[Opening Data extracts section]
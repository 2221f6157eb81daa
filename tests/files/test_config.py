"""moerun.files.config: the optional fields d_shared and norm_topk (docs/design/architecture.md, model spec), their defaults and their checks."""

from __future__ import annotations

import pytest

from moerun.errors import BadModelFile
from moerun.files.config import ModelConfig
from moerun.makers.synthetic import synth_config

BASE = synth_config(layers=2, experts=32, top_k=4).to_json()


def _config(**fields) -> ModelConfig:
    return ModelConfig.from_dict({**BASE, **fields})


def test_absent_fields_mean_no_shared_expert_and_renormalised_weights():
    c = ModelConfig.from_dict(BASE)
    assert c.d_shared == 0 and c.norm_topk is True
    assert c.shared_shapes() == {}
    assert not any(".shared." in name for name in c.dense_shapes())
    # a config without the fields round-trips without them (files made before them stay as they are)
    assert "d_shared" not in c.to_json() and "norm_topk" not in c.to_json()
    assert _config(d_shared=0, norm_topk=True) == c


def test_a_shared_expert_adds_three_dense_matrices_per_layer():
    c = _config(d_shared=96, norm_topk=False)
    d = c.d_model
    for layer in range(c.n_layers):
        p = f"layers.{layer}.shared."
        assert c.dense_shapes()[p + "w_gate"] == (d, 96)
        assert c.dense_shapes()[p + "w_up"] == (d, 96)
        assert c.dense_shapes()[p + "w_down"] == (96, d)
    assert len(c.dense_shapes()) == len(ModelConfig.from_dict(BASE).dense_shapes()) + 3 * c.n_layers
    assert c.to_json()["d_shared"] == 96 and c.to_json()["norm_topk"] is False
    assert ModelConfig.from_dict(c.to_json()) == c


@pytest.mark.parametrize(
    ("fields", "phrase"),
    [
        ({"d_shared": -1}, "d_shared must be a whole number"),
        ({"d_shared": 1.5}, "d_shared must be a whole number"),
        ({"d_shared": True}, "d_shared must be a whole number"),
        ({"d_shared": "256"}, "d_shared must be a whole number"),
        ({"norm_topk": 1}, "norm_topk must be true"),
        ({"norm_topk": "false"}, "norm_topk must be true"),
        ({"norm_topk": None}, "norm_topk must be true"),
    ],
)
def test_bad_d_shared_or_norm_topk_is_one_clear_error(fields, phrase):
    with pytest.raises(BadModelFile, match=phrase):
        _config(**fields)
[Closing Data extracts section]
» **What you should do**
Reproduce the data shown above exactly, including every line.

» **Written response**
repository 2221f6157eb81daa
filename tests/files/test_config.py
"""moerun.files.config: the optional fields d_shared and norm_topk (docs/design/architecture.md, model spec), their defaults and their checks."""

from __future__ import annotations

import pytest

from moerun.errors import BadModelFile
from moerun.files.config import ModelConfig
from moerun.makers.synthetic import synth_config

BASE = synth_config(layers=2, experts=32, top_k=4).to_json()


def _config(**fields) -> ModelConfig:
    return ModelConfig.from_dict({**BASE, **fields})


def test_absent_fields_mean_no_shared_expert_and_renormalised_weights():
    c = ModelConfig.from_dict(BASE)
    assert c.d_shared == 0 and c.norm_topk is True
    assert c.shared_shapes() == {}
    assert not any(".shared." in name for name in c.dense_shapes())
    # a config without the fields round-trips without them (files made before them stay as they are)
    assert "d_shared" not in c.to_json() and "norm_topk" not in c.to_json()
    assert _config(d_shared=0, norm_topk=True) == c


def test_a_shared_expert_adds_three_dense_matrices_per_layer():
    c = _config(d_shared=96, norm_topk=False)
    d = c.d_model
    for layer in range(c.n_layers):
        p = f"layers.{layer}.shared."
        assert c.dense_shapes()[p + "w_gate"] == (d, 96)
        assert c.dense_shapes()[p + "w_up"] == (d, 96)
        assert c.dense_shapes()[p + "w_down"] == (96, d)
    assert len(c.dense_shapes()) == len(ModelConfig.from_dict(BASE).dense_shapes()) + 3 * c.n_layers
    assert c.to_json()["d_shared"] == 96 and c.to_json()["norm_topk"] is False
    assert ModelConfig.from_dict(c.to_json()) == c


@pytest.mark.parametrize(
    ("fields", "phrase"),
    [
        ({"d_shared": -1}, "d_shared must be a whole number"),
        ({"d_shared": 1.5}, "d_shared must be a whole number"),
        ({"d_shared": True}, "d_shared must be a whole number"),
        ({"d_shared": "256"}, "d_shared must be a whole number"),
        ({"norm_topk": 1}, "norm_topk must be true"),
        ({"norm_topk": "false"}, "norm_topk must be true"),
        ({"norm_topk": None}, "norm_topk must be true"),
    ],
)
def test_bad_d_shared_or_norm_topk_is_one_clear_error(fields, phrase):
    with pytest.raises(BadModelFile, match=phrase):
        _config(**fields)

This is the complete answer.